Of the entries below, copy only those lines that contain the word "initial".

═══ Data for this exercise ═══

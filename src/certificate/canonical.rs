//! Canonical bytes (RFC 8785) and atomic writing.

use std::io::Write;
use std::path::Path;

use crate::certificate::model::Certificate;

/// The certificate as canonical JSON: keys sorted, no white space, no trailing newline. Every
/// number that carries meaning is a string, so no reader can lose a digit.
///
/// # Errors
///
/// None in practice: the model has string keys and no number that JSON cannot hold.
pub fn bytes(certificate: &Certificate) -> Result<Vec<u8>, serde_json::Error> {
    serde_json_canonicalizer::to_vec(certificate)
}

/// Writes `bytes` to `path` so that a reader sees the old file or the new one, never a part: a
/// temporary file in the same folder, flushed to disk, then renamed over the target.
///
/// # Errors
///
/// Any error of the file system, with the path; the old file is then untouched.
pub fn write(path: &Path, bytes: &[u8]) -> std::io::Result<()> {
    let folder = path
        .parent()
        .filter(|p| !p.as_os_str().is_empty())
        .unwrap_or(Path::new("."));
    fs_err::create_dir_all(folder)?;
    let mut file = tempfile::Builder::new()
        .prefix(".boundmark-")
        .tempfile_in(folder)?;
    file.write_all(bytes)?;
    file.as_file().sync_all()?;
    // A temporary file is private to its owner; a certificate is published.
    #[cfg(unix)]
    {
        use std::os::unix::fs::PermissionsExt;
        file.as_file()
            .set_permissions(std::fs::Permissions::from_mode(0o644))?;
    }
    file.persist(path).map_err(|error| {
        std::io::Error::new(
            error.error.kind(),
            format!("{}: {}", path.display(), error.error),
        )
    })?;
    Ok(())
}
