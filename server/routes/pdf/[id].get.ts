import { z } from 'zod'
import { currentPerson } from '#server/access/current-person'
import { seesProject } from '#server/access/policies'
import { IssueSchema } from '#server/database/entities/issue'
import { DomainError } from '#server/utils/domain-error'
import { toApiError } from '#server/utils/api-error'
import { freshEm } from '#server/utils/orm'

/** The released PDF of an issue: one address that lasts, sent on to the stored file. */
export default defineEventHandler(async (event) => {
  try {
    const id = z.uuid().safeParse(getRouterParam(event, 'id'))
    const em = await freshEm()
    const person = await currentPerson(event, em)
    if (!person) throw new DomainError('not-signed-in', 'Sign in to see this PDF.')
    const issue = id.success ? await em.findOne(IssueSchema, { id: id.data }, { populate: ['note'], exclude: ['document', 'results'] }) : null
    if (!issue || !await seesProject(em, person, issue.note.project.id)) throw new DomainError('not-found', 'There is no such issue here that you may see.')
    if (!issue.pdfFileId) throw new DomainError('not-found', 'This issue has no released PDF.')
    return await sendRedirect(event, `/files/${issue.pdfFileId}`, 302)
  } catch (thrown) {
    throw toApiError(thrown)
  }
})
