import { validationReport } from '#server/validation/validation-run'
import { defineApi } from '#server/utils/define-api'

export default defineApi({ can: 'signed-in' }, async () => validationReport())
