import { ENGINE_VERSION } from '#shared/calc/registry'
import { defineApi } from '#server/utils/define-api'

export default defineApi({ can: 'public' }, async ({ em }) => {
  await em.execute('select 1')
  return { ok: true, database: 'answers', engine: ENGINE_VERSION }
})
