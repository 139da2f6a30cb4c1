import type { Demonstration } from '#shared/schemas/lists'
import { DEMO_SIGN_INS } from '#server/database/seeders/demo/people'
import { environment } from '#server/utils/environment'
import { defineApi } from '#server/utils/define-api'

/** Whether this is the demonstration, and who may sign in to it; production names nobody. */
export default defineApi({ can: 'public' }, async (): Promise<Demonstration> => {
  const { demonstration } = environment()
  return { demonstration, people: demonstration ? DEMO_SIGN_INS : [] }
})
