import type { Node } from '@tiptap/pm/model'
import { Plugin, PluginKey, type EditorState, type Transaction } from '@tiptap/pm/state'
import { Decoration, DecorationSet } from '@tiptap/pm/view'
import { anchorRange } from '#shared/note/anchors'
import { blocksById } from '#shared/note/block-text'
import type { LooseView, RemarkView } from '#shared/schemas/issue-view'

/** What is marked in the text without being part of it: loose numbers and the places of remarks. */
export interface Marked { loose: readonly LooseView[], remarks: readonly RemarkView[] }

const key = new PluginKey<DecorationSet>('marks')

export const looseId = (loose: LooseView) => `${loose.blockId}:${loose.field}:${loose.text}:${loose.ordinal}`

export const looseKind = (loose: LooseView): 'kept' | 'disagrees' | 'loose' =>
  (loose.decision ? 'kept' : loose.verdict === 'disagreeing' ? 'disagrees' : 'loose')

const looseClass = { kept: 'loose kept', disagrees: 'loose dis', loose: 'loose' }

function decorate(doc: Node, marked: Marked): DecorationSet {
  const blocks = blocksById(doc)
  const decorations: Decoration[] = []
  for (const loose of marked.loose) {
    const block = blocks.get(loose.blockId)
    if (!block || loose.field !== 'text' || loose.to > block.node.content.size) continue
    decorations.push(Decoration.inline(block.pos + 1 + loose.from, block.pos + 1 + loose.to, { 'class': looseClass[looseKind(loose)], 'data-mark': looseId(loose) }))
  }
  for (const remark of marked.remarks) {
    if (remark.anchor.kind !== 'text' || remark.anchorState === 'orphaned' || remark.state === 'closed') continue
    const range = anchorRange(doc, remark.anchor)
    if (range) decorations.push(Decoration.inline(range.from, range.to, { 'class': 'rem', 'data-mark': remark.id }))
  }
  return DecorationSet.create(doc, decorations)
}

export const setMarks = (tr: Transaction, marked: Marked): Transaction => tr.setMeta(key, marked).setMeta('addToHistory', false)

/** Marks move with the text between two saves; each save brings them anew. */
export function marks(initial: Marked): Plugin<DecorationSet> {
  return new Plugin<DecorationSet>({
    key,
    state: {
      init: (_config, state: EditorState) => decorate(state.doc, initial),
      apply(tr, shown) {
        const marked = tr.getMeta(key) as Marked | undefined
        if (marked) return decorate(tr.doc, marked)
        return tr.docChanged ? shown.map(tr.mapping, tr.doc) : shown
      },
    },
    props: { decorations: state => key.getState(state) },
  })
}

═══

**Solution:**
export function marks(initial: Marked): Plugin<DecorationSet> {
      init: (_config, state: EditorState) => decorate(state.doc, initial),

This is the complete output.